HOW TO COMPLETE THIS TASK: Leaving out every line before the one with "SHOW TABLES, SHOW", write out the rest of the records below exactly.

——————

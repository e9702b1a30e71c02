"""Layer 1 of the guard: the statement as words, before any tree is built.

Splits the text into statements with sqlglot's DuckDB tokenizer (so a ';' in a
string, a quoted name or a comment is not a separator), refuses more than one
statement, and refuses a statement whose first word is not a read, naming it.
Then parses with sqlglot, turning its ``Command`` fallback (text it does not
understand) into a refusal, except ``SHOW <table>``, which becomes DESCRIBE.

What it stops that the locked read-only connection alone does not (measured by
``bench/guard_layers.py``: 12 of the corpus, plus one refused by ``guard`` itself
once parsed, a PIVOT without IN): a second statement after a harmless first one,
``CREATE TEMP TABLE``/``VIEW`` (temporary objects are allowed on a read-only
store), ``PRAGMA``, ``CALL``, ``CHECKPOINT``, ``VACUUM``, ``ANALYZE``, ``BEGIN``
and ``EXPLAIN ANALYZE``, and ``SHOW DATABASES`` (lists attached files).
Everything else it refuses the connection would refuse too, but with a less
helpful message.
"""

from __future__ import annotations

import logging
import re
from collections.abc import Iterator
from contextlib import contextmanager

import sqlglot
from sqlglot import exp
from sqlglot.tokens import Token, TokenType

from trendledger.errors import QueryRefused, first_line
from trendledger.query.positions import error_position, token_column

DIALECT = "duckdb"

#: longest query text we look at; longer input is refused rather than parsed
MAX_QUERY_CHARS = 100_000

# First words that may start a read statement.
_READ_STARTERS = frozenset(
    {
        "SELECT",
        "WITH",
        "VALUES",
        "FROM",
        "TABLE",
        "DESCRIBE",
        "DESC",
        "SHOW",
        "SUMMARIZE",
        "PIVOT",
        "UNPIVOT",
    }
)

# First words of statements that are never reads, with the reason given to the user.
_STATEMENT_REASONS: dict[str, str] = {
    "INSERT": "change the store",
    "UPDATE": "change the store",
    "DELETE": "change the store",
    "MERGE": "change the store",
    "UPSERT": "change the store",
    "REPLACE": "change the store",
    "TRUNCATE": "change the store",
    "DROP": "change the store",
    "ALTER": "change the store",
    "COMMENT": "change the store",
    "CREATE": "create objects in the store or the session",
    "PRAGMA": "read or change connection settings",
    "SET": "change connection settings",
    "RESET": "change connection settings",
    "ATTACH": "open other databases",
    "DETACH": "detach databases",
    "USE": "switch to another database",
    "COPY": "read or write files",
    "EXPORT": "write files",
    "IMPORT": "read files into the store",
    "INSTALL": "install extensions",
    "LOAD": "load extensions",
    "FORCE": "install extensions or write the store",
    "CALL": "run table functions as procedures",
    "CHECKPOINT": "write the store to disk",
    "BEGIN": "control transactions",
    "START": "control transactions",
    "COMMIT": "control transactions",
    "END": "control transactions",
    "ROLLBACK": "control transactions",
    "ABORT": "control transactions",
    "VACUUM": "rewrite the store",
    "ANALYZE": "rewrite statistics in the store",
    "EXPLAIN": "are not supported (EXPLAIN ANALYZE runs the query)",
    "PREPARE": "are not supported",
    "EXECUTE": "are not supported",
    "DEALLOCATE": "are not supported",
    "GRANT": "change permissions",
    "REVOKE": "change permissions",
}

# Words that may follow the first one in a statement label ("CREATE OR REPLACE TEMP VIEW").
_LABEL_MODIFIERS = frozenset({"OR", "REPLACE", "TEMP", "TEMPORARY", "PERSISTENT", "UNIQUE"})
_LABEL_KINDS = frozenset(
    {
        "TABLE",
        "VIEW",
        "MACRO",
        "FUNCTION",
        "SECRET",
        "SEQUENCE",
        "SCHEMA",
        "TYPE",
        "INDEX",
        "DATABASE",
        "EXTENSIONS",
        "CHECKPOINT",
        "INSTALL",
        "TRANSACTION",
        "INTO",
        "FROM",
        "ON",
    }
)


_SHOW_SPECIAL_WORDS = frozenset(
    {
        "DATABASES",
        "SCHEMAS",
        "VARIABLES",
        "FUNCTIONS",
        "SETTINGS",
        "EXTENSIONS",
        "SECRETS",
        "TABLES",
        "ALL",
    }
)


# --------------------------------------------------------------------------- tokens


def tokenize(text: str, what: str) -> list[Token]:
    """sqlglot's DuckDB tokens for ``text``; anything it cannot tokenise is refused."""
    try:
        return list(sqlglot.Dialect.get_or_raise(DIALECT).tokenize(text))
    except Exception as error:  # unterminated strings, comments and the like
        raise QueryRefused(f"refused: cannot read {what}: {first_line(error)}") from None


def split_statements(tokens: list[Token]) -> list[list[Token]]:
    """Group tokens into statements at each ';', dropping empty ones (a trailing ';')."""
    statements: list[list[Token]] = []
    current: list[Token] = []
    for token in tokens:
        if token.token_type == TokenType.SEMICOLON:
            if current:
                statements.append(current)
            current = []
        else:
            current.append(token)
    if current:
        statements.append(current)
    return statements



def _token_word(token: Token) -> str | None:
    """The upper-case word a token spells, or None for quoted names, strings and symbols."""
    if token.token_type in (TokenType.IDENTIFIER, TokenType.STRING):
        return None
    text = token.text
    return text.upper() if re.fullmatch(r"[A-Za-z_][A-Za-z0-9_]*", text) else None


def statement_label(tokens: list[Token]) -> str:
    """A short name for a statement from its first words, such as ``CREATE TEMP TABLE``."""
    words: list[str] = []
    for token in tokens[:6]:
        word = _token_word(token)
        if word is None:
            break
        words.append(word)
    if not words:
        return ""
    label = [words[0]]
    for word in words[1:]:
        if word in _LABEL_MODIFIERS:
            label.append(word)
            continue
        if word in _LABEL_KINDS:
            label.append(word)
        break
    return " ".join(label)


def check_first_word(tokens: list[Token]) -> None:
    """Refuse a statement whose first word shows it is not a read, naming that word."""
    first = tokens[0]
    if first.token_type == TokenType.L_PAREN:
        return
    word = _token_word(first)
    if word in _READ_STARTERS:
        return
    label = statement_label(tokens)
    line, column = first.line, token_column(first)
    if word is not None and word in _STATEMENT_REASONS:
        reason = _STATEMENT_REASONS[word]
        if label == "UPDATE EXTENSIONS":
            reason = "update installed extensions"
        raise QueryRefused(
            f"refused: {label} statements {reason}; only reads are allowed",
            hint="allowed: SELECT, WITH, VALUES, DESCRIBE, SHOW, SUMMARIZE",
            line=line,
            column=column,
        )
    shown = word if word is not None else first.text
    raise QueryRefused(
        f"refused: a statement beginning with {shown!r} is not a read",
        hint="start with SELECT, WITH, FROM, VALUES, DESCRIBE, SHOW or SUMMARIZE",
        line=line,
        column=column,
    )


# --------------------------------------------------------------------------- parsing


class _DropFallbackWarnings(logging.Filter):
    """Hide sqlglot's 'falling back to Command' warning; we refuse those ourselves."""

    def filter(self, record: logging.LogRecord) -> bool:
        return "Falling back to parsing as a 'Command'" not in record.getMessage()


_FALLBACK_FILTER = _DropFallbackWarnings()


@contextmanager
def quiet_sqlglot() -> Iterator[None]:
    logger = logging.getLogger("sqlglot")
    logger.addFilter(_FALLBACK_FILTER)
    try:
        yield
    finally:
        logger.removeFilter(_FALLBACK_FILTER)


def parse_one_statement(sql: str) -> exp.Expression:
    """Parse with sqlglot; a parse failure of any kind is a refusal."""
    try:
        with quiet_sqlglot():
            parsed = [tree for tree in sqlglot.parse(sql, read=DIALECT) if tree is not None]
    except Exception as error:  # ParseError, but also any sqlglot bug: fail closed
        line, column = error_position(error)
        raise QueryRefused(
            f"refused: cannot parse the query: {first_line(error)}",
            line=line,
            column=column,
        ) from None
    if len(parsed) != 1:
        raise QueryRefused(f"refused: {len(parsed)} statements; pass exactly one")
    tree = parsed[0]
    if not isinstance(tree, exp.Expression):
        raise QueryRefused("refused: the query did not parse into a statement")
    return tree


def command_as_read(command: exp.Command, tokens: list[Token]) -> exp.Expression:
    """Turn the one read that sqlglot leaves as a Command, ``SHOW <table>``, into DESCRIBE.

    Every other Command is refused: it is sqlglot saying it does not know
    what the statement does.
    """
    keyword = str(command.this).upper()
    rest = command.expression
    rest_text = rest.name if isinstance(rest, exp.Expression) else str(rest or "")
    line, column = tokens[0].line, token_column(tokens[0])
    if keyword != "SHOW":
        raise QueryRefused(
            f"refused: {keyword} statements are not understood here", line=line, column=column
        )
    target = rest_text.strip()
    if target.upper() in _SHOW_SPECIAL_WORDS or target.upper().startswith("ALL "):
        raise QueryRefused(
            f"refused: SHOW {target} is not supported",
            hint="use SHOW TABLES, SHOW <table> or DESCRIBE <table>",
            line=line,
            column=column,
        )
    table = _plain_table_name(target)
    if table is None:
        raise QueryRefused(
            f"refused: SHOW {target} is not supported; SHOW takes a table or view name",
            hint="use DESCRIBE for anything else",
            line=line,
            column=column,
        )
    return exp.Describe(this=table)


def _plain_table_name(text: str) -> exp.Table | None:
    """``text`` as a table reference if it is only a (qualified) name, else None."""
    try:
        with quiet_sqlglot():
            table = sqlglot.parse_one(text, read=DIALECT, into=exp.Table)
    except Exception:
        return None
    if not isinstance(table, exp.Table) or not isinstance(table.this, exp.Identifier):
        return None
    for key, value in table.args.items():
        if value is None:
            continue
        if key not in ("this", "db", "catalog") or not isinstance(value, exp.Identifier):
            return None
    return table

——————

RESULT OF THIS EXERCISE:
            hint="use SHOW TABLES, SHOW <table> or DESCRIBE <table>",
            line=line,
            column=column,
        )
    table = _plain_table_name(target)
    if table is None:
        raise QueryRefused(
            f"refused: SHOW {target} is not supported; SHOW takes a table or view name",
            hint="use DESCRIBE for anything else",
            line=line,
            column=column,
        )
    return exp.Describe(this=table)


def _plain_table_name(text: str) -> exp.Table | None:
    """``text`` as a table reference if it is only a (qualified) name, else None."""
    try:
        with quiet_sqlglot():
            table = sqlglot.parse_one(text, read=DIALECT, into=exp.Table)
    except Exception:
        return None
    if not isinstance(table, exp.Table) or not isinstance(table.this, exp.Identifier):
        return None
    for key, value in table.args.items():
        if value is None:
            continue
        if key not in ("this", "db", "catalog") or not isinstance(value, exp.Identifier):
            return None
    return table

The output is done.